### EXERCISE OBJECTIVE
Your answer should be every line with the word "coupling", copied from the data below.
[RECORD EXTRACTS]
"""MPS backend (lgt.mps): MPO, gate evolution and DMRG against exact diagonalization.

External references named beside each check. The exact evolution and spectrum of this project
(Gauss-law subspace, scipy sparse) are the reference for the MPS results; they are themselves
checked against independent formulations in test_formulations.py.
"""

from __future__ import annotations

import json
import warnings

import numpy as np
import pytest
import scipy.linalg as sla
from scipy.sparse.linalg import expm_multiply

from lgt.basis import PhysicalBasis
from lgt.evolution import run_evolution
from lgt.hamiltonian import build_hamiltonian, register_gauss_violation, register_hamiltonian
from lgt.model import ModelParams
from lgt.mps.chain import ChainMPS, Truncation
from lgt.mps.mpo import hamiltonian_mpo, physical_projector_mpo
from lgt.mps.tebd import GateEvolver, window_hamiltonians
from lgt.spectrum import lowest_levels

#: Observables both backends record.
COMPARED = ("electric_field", "electric_field_squared", "occupation", "charge", "particle_density",
            "string_length", "loschmidt_echo", "entanglement_entropy", "renyi2_entropy", "energy", "norm")

MODELS = [
    ModelParams(sites=6, hopping=0.7, mass=0.4, coupling=1.3, theta=0.9, static_charges=((1, -1), (4, 1))),
    ModelParams(sites=4, levels=4, link="quantum-link", mass=-0.3, hopping=1.1),
    ModelParams(sites=4, levels=5, hopping=0.5, mass=1.2, coupling=0.8, theta=-2.0),
]


# ---------------------------------------------------------------------- MPO (self-consistency)
@pytest.mark.parametrize("params", MODELS)
def test_mpo_equals_register_hamiltonian(params):
    """MPO contracted to a dense matrix = the sum of the model's local terms on the register."""
    dense = hamiltonian_mpo(params).to_dense()
    ref = register_hamiltonian(params, physical_only=False).toarray()
    assert np.abs(dense - ref).max() < 1e-12


@pytest.mark.parametrize("params", MODELS)
def test_projector_mpo_and_penalty(params):
    """Projector MPO = indicator of the Gauss-law subspace; the penalty leaves P H P unchanged."""
    P = physical_projector_mpo(params).to_dense()
    phys = ~register_gauss_violation(params)
    assert np.array_equal(P, np.diag(phys.astype(float)))
    H = hamiltonian_mpo(params).to_dense()
    Hp = hamiltonian_mpo(params, penalty=5.0, constant=-2.0).to_dense()
    diff = Hp - H + 2.0 * np.eye(len(phys))
    assert np.abs(diff[np.ix_(phys, phys)]).max() < 1e-12  # zero on the physical subspace
    assert np.all(np.diag(diff)[~phys] >= 5.0 - 1e-12)     # ≥ λ on every unphysical state


@pytest.mark.parametrize("params", [MODELS[0], ModelParams(sites=6, levels=5, mass=1.2, theta=-2.0)])
def test_gate_windows_sum_to_hamiltonian(params):
    K, d = params.n_links, params.levels
    total = sum(np.kron(np.kron(np.eye(d ** s), h), np.eye(d ** (K - 3 - s)))
                for s, h in enumerate(window_hamiltonians(params)))
    assert np.abs(total - register_hamiltonian(params, physical_only=False).toarray()).max() < 1e-12


def test_fourth_order_gates_converge_to_exact_propagator():
    """Suzuki's fourth-order product (Suzuki 1990): error falls by ~2^4 when the step halves."""
    params = ModelParams(sites=8, hopping=1.0, mass=0.5, theta=0.7)
    H = register_hamiltonian(params, physical_only=False)
    levels = np.array([1, 1, 2, 2, 2, 1, 1])  # meson: L = 1 on links 2..4
    psi0 = ChainMPS.product(levels, 3)
    exact = expm_multiply(-2j * H, psi0.to_dense())
    errors = []
    for step in (0.2, 0.1):
        psi = psi0.copy()
        GateEvolver(params, Truncation(400), order=4, max_step=step).evolve(psi, 2.0)
        errors.append(np.linalg.norm(psi.to_dense() - exact))
    assert errors[1] < errors[0] / 10


def test_subspace_split_is_near_optimal():
    """Truncating a gated saturated bond inside the old bond's span (QR-based TEBD, Unfried,
    Hauschild & Pollmann 2023) drops at least the optimal weight (Eckart–Young theorem: the
    truncated SVD is the best rank-χ approximation) and not much more: here ≈ 3× on a random
    state with a random window operator (on model states 1–10 % more was measured, docs/mps.md)."""
    from lgt.mps.chain import gram_split, subspace_split

    rng = np.random.default_rng(7)
    chi, d = 12, 3
    # a right part with decaying weights, as in a physical state: theta = A · BC, BC orthonormal rows
    BC = np.linalg.qr(rng.normal(size=(d * d * chi, chi)) + 1j * rng.normal(size=(d * d * chi, chi)))[0].T.conj()
    A = (rng.normal(size=(chi * d, chi)) + 1j * rng.normal(size=(chi * d, chi))) * np.exp(-np.arange(chi))[None, :]
    h = rng.normal(size=(d ** 3, d ** 3))
    h = (h + h.T) / np.linalg.norm(h + h.T, 2) * 4.0  # ‖h‖ = 4, like a 3-link window of the model
    gate = sla.expm(-0.05j * h)
    theta = np.matmul(gate, (A @ BC).reshape(chi, d ** 3, chi)).reshape(chi * d, d * d * chi)
    s = np.linalg.svd(theta, compute_uv=False)
    optimal = float((s[chi:] ** 2).sum() / (s ** 2).sum())
    X, Y, dropped = subspace_split(theta, BC.conj().T, Truncation(chi), True)
    _, _, exact_dropped = gram_split(theta, Truncation(chi), True)
    assert exact_dropped == pytest.approx(optimal, rel=1e-6)
    assert optimal * (1 - 1e-9) <= dropped < 4 * optimal
    assert np.abs(X.conj().T @ X - np.eye(X.shape[1])).max() < 1e-12  # left isometry
    fidelity = abs(np.vdot(theta, X @ Y)) / np.linalg.norm(theta) / np.linalg.norm(X @ Y)
    assert 1 - fidelity ** 2 == pytest.approx(dropped, abs=1e-10)  # the reported weight is the lost one


def test_time_estimate_follows_the_bond_growth():
    """Realistic estimate: grows with χ, saturates with time, order 2 cheaper than order 4."""
    from lgt.mps.guards import estimate_mps_seconds

    times = np.round(np.arange(1, 101) * 0.1, 10)
    e64 = estimate_mps_seconds(99, 3, 64, times, 0.1)
    e128 = estimate_mps_seconds(99, 3, 128, times, 0.1)
    early = estimate_mps_seconds(99, 3, 64, times[:10], 0.1)
    assert e128 > 2 * e64 > 0
    assert early < 0.05 * e64  # χ is still small during the first time unit
    assert estimate_mps_seconds(99, 3, 64, times, 0.1, order=2) < e64 / 3


#: CPU seconds measured on this project's development machine (docs/mps.md "Measured",
#: benchmarks/bench_mps.py, d = 3, dt = 0.1, bare vacuum and meson): (N, χ, t, CPU s).
MEASURED_MPS_RUNS = [(24, 64, 10, 61), (24, 64, 10, 64), (24, 128, 10, 257), (24, 128, 10, 246),
                     (50, 64, 10, 193), (50, 64, 10, 194), (50, 128, 10, 957),
                     (50, 128, 10, 935), (100, 64, 5, 153), (100, 64, 5, 150),
                     (100, 128, 5, 423), (100, 128, 5, 378), (100, 64, 10, 893),
                     (100, 64, 10, 803)]


@pytest.mark.parametrize("sites, chi, t_final, cpu_seconds", MEASURED_MPS_RUNS)
def test_time_estimate_within_a_factor_two_of_measured_runs(sites, chi, t_final, cpu_seconds):
    """The guard's estimate against measured whole runs (short chains whose end bonds never
    fill χ as well as long ones whose bonds all do)."""
    from lgt.mps.guards import estimate_mps_seconds

    times = np.round(np.arange(1, int(round(t_final / 0.1)) + 1) * 0.1, 10)
    estimate = estimate_mps_seconds(sites - 1, 3, chi, times, 0.1)
    assert 0.5 < estimate / cpu_seconds < 2.0


# ---------------------------------------------------------------------- evolution vs exact
def scenarios(N: int) -> dict:
    base = {"sites": N, "hopping": 1.0, "mass": 0.5, "coupling": 1.0}
    return {
        "vacuum": (base, {"kind": "vacuum"}),
        "meson": (base, {"kind": "meson", "sites": [N // 2 - 2, N // 2 + 1]}),
        "string": ({**base, "theta": 0.8, "static_charges": [[2, 1], [N - 3, -1]]}, {"kind": "string"}),
    }


def compare(model, initial, t_final, chi, **mps_keys):
    ev = {"t_final": t_final, "dt": 0.1}
    exact = run_evolution({"model": model, "initial": initial, "evolution": ev})
    mps = run_evolution({"model": model, "initial": initial,
                         "evolution": {**ev, "method": "mps", "bond_dimension": chi, **mps_keys}})
    errors = {k: float(np.max(np.abs(np.asarray(mps.series[k].values) - np.asarray(exact.series[k].values))))
              for k in COMPARED}
    echo = np.asarray(exact.series["loschmidt_echo"].values)
    rate = np.abs(np.asarray(mps.series["loschmidt_rate"].values) - np.asarray(exact.series["loschmidt_rate"].values))
    # the rate −ln(echo)/N turns an absolute echo error δ into δ/(N·echo): compare where echo > 1e-2
    errors["loschmidt_rate"] = float(rate[echo > 1e-2].max())
    return errors, exact, mps


@pytest.mark.parametrize("name", ["vacuum", "meson", "string"])
def test_mps_matches_exact_small(name):
    """Every observable within 1e-4 of exact evolution at N = 10, t = 2, default bond dimension."""
    model, initial = scenarios(10)[name]
    errors, _, mps = compare(model, initial, 2.0, 64)
    assert max(errors.values()) < 1e-4, errors
    assert not mps.attributes["flag_discarded_weight"] and not mps.attributes["flag_energy_drift"]
    profile = np.asarray(mps.series["entanglement_profile"].values)
    assert profile.shape == (21, 8)


@pytest.mark.parametrize("name", ["meson", "string"])
def test_mps_charge_correlation_matches_exact(name):
    """Opt-in ⟨Q_i Q_j⟩ − ⟨Q_i⟩⟨Q_j⟩ (transfer-matrix pass + linear Gauss law) = exact, N = 10, t = 2."""
    model, initial = scenarios(10)[name]
    ev = {"t_final": 2.0, "dt": 0.25}
    exact = run_evolution({"model": model, "initial": initial, "evolution": ev})
    mps = run_evolution({"model": model, "initial": initial,
                         "evolution": {**ev, "method": "mps", "observables": ["charge_correlation", "charge"]}})
    got = np.asarray(mps.series["charge_correlation"].values)
    ref = np.asarray(exact.series["charge_correlation"].values)
    assert got.shape == ref.shape == (9, 10, 10)
    assert np.abs(got - ref).max() < 1e-4
    assert np.abs(ref).max() > 1e-2  # the quench does correlate the charges
    assert np.abs(got[:, :, :].sum(axis=2)).max() < 1e-8  # Σ_j Q_j is fixed by the boundary fields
[/RECORD EXTRACTS]
### WRITTEN ANSWER
    ModelParams(sites=6, hopping=0.7, mass=0.4, coupling=1.3, theta=0.9, static_charges=((1, -1), (4, 1))),
    ModelParams(sites=4, levels=5, hopping=0.5, mass=1.2, coupling=0.8, theta=-2.0),
    base = {"sites": N, "hopping": 1.0, "mass": 0.5, "coupling": 1.0}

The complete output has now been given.